The subject of SPF (Sun Protection Factor) testing evokes varied responses from the scientific and regulatory communities. Related discussions are provocative, often complex and sometimes exasperating. However, testing cannot be addressed without everyone weighing in, and this includes the testing lab voice and the scientific and regulatory communities.

“[SPF] is obtained by dividing the energy required to produce erythema [sunburn] on product protected fair [Skin types I, II, and III] human skin, by that required to produce erythema on the human subject’s unprotected skin,” explained Dennis Lott, VP technical affairs, Tanning Research Laboratories, manufacturer of Hawaiian Tropic. “Protected skin is that which has received an application of 2 mg/cm2 of SPF product.”

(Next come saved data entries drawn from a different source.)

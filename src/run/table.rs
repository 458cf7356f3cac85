//! Records as CSV: columns named like the JSON, nested names joined by a dot, what does not exist empty.

use super::RunError;
use serde::Serialize;
use serde_json::Value;
use std::path::Path;

/// The rows as CSV text with a header of the first row's names.
pub fn csv<T: Serialize>(name: &Path, rows: &[T]) -> Result<Vec<u8>, RunError> {
    let damaged = |reason: String| RunError::Damaged {
        path: name.to_owned(),
        reason: format!("cannot be written as CSV: {reason}"),
    };
    let mut writer = csv::Writer::from_writer(Vec::new());
    for (index, row) in rows.iter().enumerate() {
        let value = serde_json::to_value(row).map_err(|e| damaged(e.to_string()))?;
        let mut fields = Vec::new();
        flatten("", &value, &mut fields);
        if index == 0 {
            writer
                .write_record(fields.iter().map(|f| &f.0))
                .map_err(|e| damaged(e.to_string()))?;
        }
        writer
            .write_record(fields.iter().map(|f| &f.1))
            .map_err(|e| damaged(e.to_string()))?;
    }
    writer.into_inner().map_err(|e| damaged(e.to_string()))
}

fn flatten(prefix: &str, value: &Value, fields: &mut Vec<(String, String)>) {
    match value {
        Value::Object(map) => {
            for (key, inner) in map {
                let name = if prefix.is_empty() {
                    key.clone()
                } else {
                    format!("{prefix}.{key}")
                };
                flatten(&name, inner, fields);
            }
        }
        Value::Null => fields.push((prefix.into(), String::new())),
        Value::String(s) => fields.push((prefix.into(), s.clone())),
        Value::Array(items) => {
            let joined: Vec<String> = items
                .iter()
                .map(|i| i.as_str().map_or_else(|| i.to_string(), str::to_owned))
                .collect();
            fields.push((prefix.into(), joined.join(";")));
        }
        other => fields.push((prefix.into(), other.to_string())),
    }
}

Lott said worldwide test methods expose small areas of the protected and unprotected skin to five to seven increasing doses of ultraviolet (UV) energy produced by an artificial light source called a solar simulator. The first small area on the protected and unprotected skin to exhibit erythema 24 hours after exposure is called the “minimal erythema dose (MEDp)” and MEDu respectively. “An MED is typically defined as an unambiguous redness reaching the borders of the exposure subsite,” said Lott. “The SPF for the individual taking the test is then determined by dividing the amount of energy required to produce erythema on the protected site by that of the unprotected site.” Simply put: SPF = MEDp/MEDu.

The final SPF value is determined by averaging the values obtained from either a 10- or 20-subject panel. “In the United States, a 20-subject panel is used, and the result is statistically massaged in an attempt to determine the point at which 95% of the population will obtain the SPF result,” Lott added.

“Two of the most glaring problems with the SPF test are the fact that the endpoint is not protection, but sunburn, and the fact that only sunburn is measured,” Lott said. “In many individuals, the first reaction to the UV energy may not be erythema but melanogenesis (tanning). For example, subjects frequently show reactions to the UV energy at a lower energy dose than that judged to be erythema.”